279 Bewerbungen, 279 Absagen – der lange Weg zum Traumjob
War Ihre Transidentität beruflich ein Problem?
Als ich vor fünf Jahren zum ersten Mal als Frau einen Job gesucht habe, habe ich 279 Bewerbungen abgeschickt – und 279 Absagen erhalten. Dann habe ich eine Umschulung zur Personaldienstleistungskauffrau und danach noch die Prüfung zur Personalfachkauffrau gemacht. Teil dieser Umschulung war ein Praktikum, für das ich mich bei der
Leipziger Aus- und Weiterbildung (LAB) beworben habe. Im Bewerbungsgespräch ging es ganz viel über meine Vorstellungen und Ziele für die Zukunft, und ich dachte mir: „Hey, ich will doch nur Praktikum hier machen, nicht hier anfangen!“ Nur: Meine Transidentität war kein Thema. Am Ende habe ich dann gefragt: „Wollen Sie eigentlich meine Unterlagen sehen? Hier ist meine Vornamens- und die Personenstandsänderung.“ Ich dachte, ich müsse erklären, warum auf meinen Zeugnissen ein anderer Name steht. Nach dem Gespräch hat mir meine spätere Chefin gestanden, dass ihr das überhaupt nicht bewusst war. Da habe ich realisiert, was hier gerade passiert ist, und ich wusste:
Hier will ich arbeiten! Noch im Praktikum wurde mir ans Herz gelegt, mich zu bewerben – und seit 2019 arbeite ich hier, in meiner Abteilung.
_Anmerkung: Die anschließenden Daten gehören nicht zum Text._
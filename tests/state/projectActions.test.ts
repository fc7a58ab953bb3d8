// Opening a file over unsaved changes asks first, as New does; "Cancel" changes nothing. A saved scan reopens at
// its saved page and size without a question, and one that decodes to another size is kept but not shown.
import { afterEach, beforeEach, describe, expect, it, vi } from 'vitest';
import { setProjectInfo } from '../../src/core/model/commands/setProjectInfo';
import type { DecodeResult } from '../../src/io/decodeScan';
import type { AskScanChoice } from '../../src/io/decodeScanChoice';
import { serializeProject } from '../../src/io/projectFile';
import { useDocStore } from '../../src/state/docStore';
import { SAMPLE_SECTION, sampleDoc } from '../io/sampleDoc';

// Decoding needs a browser (createImageBitmap, workers, pdf.js); here it answers as the test says.
const decodeScan = vi.hoisted(() => vi.fn(async (..._args: unknown[]): Promise<unknown> => ({ ok: false, message: 'cannot decode in tests' })));
vi.mock('../../src/io/decodeScan', () => ({ decodeScan }));
const { newProject, openNotes, openProjectFile } = await import('../../src/state/projectActions');
const { getScan, putScan } = await import('../../src/state/scanCache');
const { useSessionStore } = await import('../../src/state/sessionStore');
const { useScanChoiceStore } = await import('../../src/state/scanChoiceStore');

const other = new File([JSON.stringify(SAMPLE_SECTION)], 'other-section.json');
const confirm = vi.fn<(q: string) => boolean>();

describe('openProjectFile over unsaved changes', () => {
  beforeEach(() => {
    vi.stubGlobal('window', { confirm });
    confirm.mockReset();
    useDocStore.getState().replace(sampleDoc());
    useDocStore.getState().apply((d) => setProjectInfo(d, { title: 'Edited, not saved' }));
  });
  afterEach(() => vi.unstubAllGlobals());

  it('asks, and on Cancel leaves the document, the history and the dirty state as they were', async () => {
    confirm.mockReturnValue(false);
    const before = useDocStore.getState();
    expect(await openProjectFile(other)).toBe(false);
    expect(confirm).toHaveBeenCalledTimes(1);
    expect(confirm.mock.calls[0][0]).toMatch(/Discard the changes not saved.*other-section\.json/);
    const after = useDocStore.getState();
    expect(after.doc).toBe(before.doc);
    expect(after.past).toBe(before.past);
    expect([after.revision, after.savedRevision]).toEqual([before.revision, before.savedRevision]);
    expect(after.doc.title).toBe('Edited, not saved');
  });

  it('asks, and on OK opens the file', async () => {
    confirm.mockReturnValue(true);
    expect(await openProjectFile(other)).toBe(true);
    expect(confirm).toHaveBeenCalledTimes(1);
    expect(useDocStore.getState().doc.title).toBe('other-section');
  });

  it('does not ask for a file that cannot be opened (its message is enough), nor when all is saved', async () => {
    expect(await openProjectFile(new File(['{"format":"foldroot-project","version":1'], 'bad.json'))).toBe(false);
    expect(confirm).not.toHaveBeenCalled();
    useDocStore.getState().markSaved();
    expect(await openProjectFile(new File([serializeProject(sampleDoc(), null)], 'saved.json'))).toBe(true);
    expect(confirm).not.toHaveBeenCalled();
  });

  it('New asks the same question and keeps the document on Cancel', () => {
    confirm.mockReturnValue(false);
    const before = useDocStore.getState().doc;
    newProject();
    expect(confirm.mock.calls[0][0]).toMatch(/Discard the changes not saved/);
    expect(useDocStore.getState().doc).toBe(before);
  });
});

describe('openNotes', () => {
  const doc = { ...sampleDoc(), scan: { id: 'scan-kept', name: 'away.png', widthPx: 10, heightPx: 10, type: 'image/png' } };
  const notes = ['The scan "away.png" is not stored in this file; open the image again to see it.'];

  it('keeps "open the image again" when the scan is not in this browser', () => {
    expect(openNotes(notes, doc, false)).toEqual(notes);
  });

  it('says the scan shown is the one still open in this browser when it is cached under the same id', () => {
    putScan('scan-kept', { bitmap: {} as ImageBitmap, bytes: new Blob() });
    const said = openNotes(notes, doc, false).join(' ');
    expect(said).toMatch(/The file has no scan; showing "away\.png", still open in this browser/);
    expect(said).not.toMatch(/open the image again/);
    // A file that carries its scan needs no such note.
    expect(openNotes([], doc, true)).toEqual([]);
  });
});

describe('openProjectFile with a scan in the file', () => {
  const scanRef = { id: 'scan-saved', name: 'report.pdf', widthPx: 591, heightPx: 886, type: 'application/pdf', page: 1 };
  const bytes = Uint8Array.from([37, 80, 68, 70, 45]);
  const file = () => new File([serializeProject({ ...sampleDoc(), scan: scanRef }, { type: scanRef.type, name: scanRef.name, bytes })], 'saved.foldroot.json');
  const decodedAt = (widthPx: number, heightPx: number) => {
    const bitmap = { width: widthPx, height: heightPx, close: vi.fn() } as unknown as ImageBitmap;
    return { ok: true, bitmap, kind: 'pdf', widthPx, heightPx, mime: 'application/pdf', page: 1, pageCount: 2, dpi: 150 } satisfies DecodeResult;
  };

  beforeEach(() => {
    vi.stubGlobal('window', { confirm: () => true });
    useDocStore.getState().replace(sampleDoc());
    useSessionStore.getState().clearMessage();
  });
  afterEach(() => {
    vi.unstubAllGlobals();
    decodeScan.mockReset();
  });

  it('decodes it at the saved page and size and asks nothing', async () => {
    decodeScan.mockResolvedValue(decodedAt(591, 886));
    expect(await openProjectFile(file())).toBe(true);
    expect(decodeScan).toHaveBeenCalledTimes(1);
    const [blob, ask, options] = decodeScan.mock.calls[0] as [Blob, AskScanChoice, unknown];
    expect(options).toEqual({ page: 1, widthPx: 591, heightPx: 886 });
    expect(new Uint8Array(await blob.arrayBuffer())).toEqual(bytes);
    // The function it was given to ask with does not ask: no page question is put to the user.
    expect(await ask({ kind: 'pdf', fileName: 'report.pdf', pageCount: 2, pageSize: async () => ({ widthPt: 1, heightPt: 1 }) })).toBeNull();
    expect(useScanChoiceStore.getState().request).toBeNull();
    expect(getScan('scan-saved')?.bitmap).not.toBeNull();
    expect(useSessionStore.getState().message).toMatchObject({ kind: 'info', text: 'Opened saved.foldroot.json.' });
  });

  it('opens the work with the scan kept but not shown when it decodes to another size, and says what differs', async () => {
    const wrong = decodedAt(591, 887);
    decodeScan.mockResolvedValue(wrong);
    expect(await openProjectFile(file())).toBe(true);
    expect(useDocStore.getState().doc.scan).toEqual(scanRef);
    expect(useDocStore.getState().doc.horizons).toHaveLength(3);
    const cached = getScan('scan-saved')!;
    expect(cached.bitmap).toBeNull();
    expect(new Uint8Array(await cached.bytes.arrayBuffer())).toEqual(bytes);
    expect((wrong.bitmap.close as ReturnType<typeof vi.fn>)).toHaveBeenCalled();
    const message = useSessionStore.getState().message!;
    expect(message.kind).toBe('error');
    expect(message.text).toContain('The scan "report.pdf" (page 2) now opens at 591 × 887 px, but the lines were digitised on it at 591 × 886 px, so they would not line up with it.');
    expect(message.text).toContain('The scan is not shown');
  });

  it('changes nothing when the scan cannot be decoded at all', async () => {
    decodeScan.mockResolvedValue({ ok: false, message: 'report.pdf looks like a PDF but could not be read' });
    const before = useDocStore.getState().doc;
    expect(await openProjectFile(file())).toBe(false);
    expect(useDocStore.getState().doc).toBe(before);
    expect(useSessionStore.getState().message?.text).toMatch(/cannot be shown \(report\.pdf looks like a PDF but could not be read\)\. Nothing was changed\./);
  });
});

describe('fitViewToDoc(doc) and New', () => {
  it('frames the box of every vertex of a long traced line without a scan (300,000 vertices)', async () => {
    // Our own check, worked by hand: u runs 10 … 300 009; v = 20 + k + (k mod 7) is lowest at k = 0 (20) and highest
    // at k = 299 998 (20 + 299 998 + 6 = 300 024), so the box is 300 000 × 300 005 px; margin 48 (fitViewToDoc's).
    const { fitViewToDoc } = await import('../../src/state/projectActions');
    const doc = sampleDoc();
    const line: [number, number][] = Array.from({ length: 300_000 }, (_, k) => [10 + k, 20 + (k % 7) + k]);
    const one = { ...doc, scan: null, horizons: [{ ...doc.horizons[0], pointsPx: line }] };
    fitViewToDoc(one);
    expect(useSessionStore.getState().fitted).toEqual({ u0: 10, v0: 20, width: 300_000, height: 300_005, margin: 48 });
  });

  it('New leaves the view unfitted, so a resize does not frame the previous project again', () => {
    vi.stubGlobal('window', { confirm: () => true });
    useSessionStore.getState().fitTo({ u0: 0, v0: 0, width: 2400, height: 1200, margin: 24 });
    newProject();
    expect(useSessionStore.getState().fitted).toBeNull();
    vi.unstubAllGlobals();
  });
});
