import { imageToSection, sectionToImage } from '../../calibration/mapPoints';
import type { ImagePx, ProjectDoc } from '../projectDoc';
import { sectionFrame } from './sectionFrame';
import { updateScenario } from './updateScenario';

/** Returns the document with the given horizons' regionals (all when null) moved up by dz in section units (image pixels before calibration). */
export function offsetRegionals(doc: ProjectDoc, horizonIds: string[] | null, dz: number, scenarioId?: string): ProjectDoc {
  if (dz === 0) return doc;
  const frame = sectionFrame(doc);
  return updateScenario(doc, (s) => {
    const regionals: Record<string, ImagePx[]> = { ...s.regionals };
    let changed = false;
    for (const id of Object.keys(regionals)) {
      if (horizonIds && !horizonIds.includes(id)) continue;
      regionals[id] = regionals[id].map((p) => {
        const [x, z] = imageToSection(frame, p);
        return sectionToImage(frame, [x, z + dz]);
      });
      changed = true;
    }
    return changed ? { ...s, regionals } : s;
  }, scenarioId);
}
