// The next drag's start is prepared once the document settles, and never for the documents a gesture passes
// through; a drag from a prepared document gives the full analysis's numbers (the gesture fast path is
// checked against analyseSection in selectLiveAnalysis.test.ts).
import { afterEach, beforeEach, describe, expect, it, vi } from 'vitest';
import { offsetRegionals } from '../../src/core/model/commands/offsetRegionals';
import { emptyProjectDoc, type ProjectDoc } from '../../src/core/model/projectDoc';
import { useDocStore } from '../../src/state/docStore';
import { startGesturePreparation } from '../../src/state/gesturePreparation';
import { preparedForGesture, selectAnalysis, selectLiveAnalysis } from '../../src/state/selectors';

/** Two invented folded horizons of 500 vertices on a 1 px = 2 m calibration, regionals and pins set. */
function doc(): ProjectDoc {
  const d = emptyProjectDoc();
  d.calibration = { kind: 'axes', xPoints: [{ u: 0, v: 0, value: 0 }, { u: 1000, v: 0, value: 2000 }], zPoints: [{ u: 0, v: 0, value: 0 }, { u: 0, v: 1000, value: -2000 }] };
  for (let k = 0; k < 2; k++) {
    const pointsPx: [number, number][] = Array.from({ length: 500 }, (_, i) => [i * 2, 300 + 200 * k - (60 + 80 * k) * Math.sin((Math.PI * i) / 499)]);
    d.horizons.push({ id: `h${k}`, name: `H${k}`, colour: '#000000', visible: true, locked: false, pointsPx, projected: [], joins: [] });
    d.scenarios[0].regionals[`h${k}`] = [[0, 300 + 200 * k], [998, 300 + 200 * k]];
  }
  d.scenarios[0].pinsPx = [[20, 0], [980, 0]];
  return d;
}

describe('startGesturePreparation', () => {
  let stop: () => void = () => undefined;
  beforeEach(() => {
    vi.useFakeTimers();
  });
  afterEach(() => {
    stop();
    vi.useRealTimers();
  });

  it('prepares a settled document before any drag, and not the documents a drag passes through', () => {
    const d = doc();
    useDocStore.getState().replace(d);
    stop = startGesturePreparation();
    expect(preparedForGesture(d)).toBe(false);
    vi.advanceTimersByTime(1000);
    expect(preparedForGesture(d)).toBe(true);

    const store = useDocStore.getState();
    store.beginGesture();
    store.apply((x) => offsetRegionals(x, ['h0', 'h1'], -4));
    const mid = useDocStore.getState().doc;
    vi.advanceTimersByTime(1000);
    expect(preparedForGesture(mid)).toBe(false);
    // The live numbers mid-drag are the full analysis's (to rounding).
    const live = selectLiveAnalysis(mid, d).outcome;
    const full = selectAnalysis(mid).outcome;
    const before = selectAnalysis(d).outcome;
    if (!live?.ok || !full?.ok || !before?.ok) throw new Error('no analysis');
    live.analysis.horizons.forEach((h, i) => expect(h.excessArea).toBeCloseTo(full.analysis.horizons[i].excessArea, 6));
    // The regionals did move: the areas are not the start's.
    expect(live.analysis.horizons[0].excessArea).not.toBeCloseTo(before.analysis.horizons[0].excessArea, 0);
    useDocStore.getState().endGesture();
    vi.advanceTimersByTime(1000);
    expect(preparedForGesture(useDocStore.getState().doc)).toBe(true);
  });
});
Was ist in Ihrer Abteilung anders als in anderen Abteilungen?
Hier wird der Mensch gesehen. Auch Noten spielen bei uns zum Beispiel keine Rolle bei der Auswahl von Azubis. Es geht ausschließlich darum, was jemand kann. Jeder hat dieselben
Chancen, hier anzufangen, denn jeder hat bei uns einen Test, der zum Berufsbild passt. Zudem wird gegen Diskriminierung und Rassismus vorgegangen, bis zu Abmahnung und Kündigung. In anderen Abteilungen wurde schon über mich gelästert, das hatte zum Glück auch Konsequenzen. Vor allem haben aber die Azubis gesagt: „Wir möchten dort nicht arbeiten.“ Das hat mich sehr gefreut.
Spielt Ihre Transidentität heute eine Rolle in Ihrem Berufsalltag?
Manchmal sagen Leute am Telefon „Ich hätte gerne die FRAU Seifert gesprochen“, meine Stimme klingt ja recht tief. Und es gibt viele alte Strukturen überall, die nur langsam aufbrechen. Vor allem merke ich aber in meiner Arbeit mit den Azubis: Alles, was ich erlebt und durchgemacht habe, hilft mir bei meiner Arbeit. Ich kann mich gut auf vieles einstellen und mich einfühlen, und ich weiß, welche Sprüche überhaupt nicht ziehen.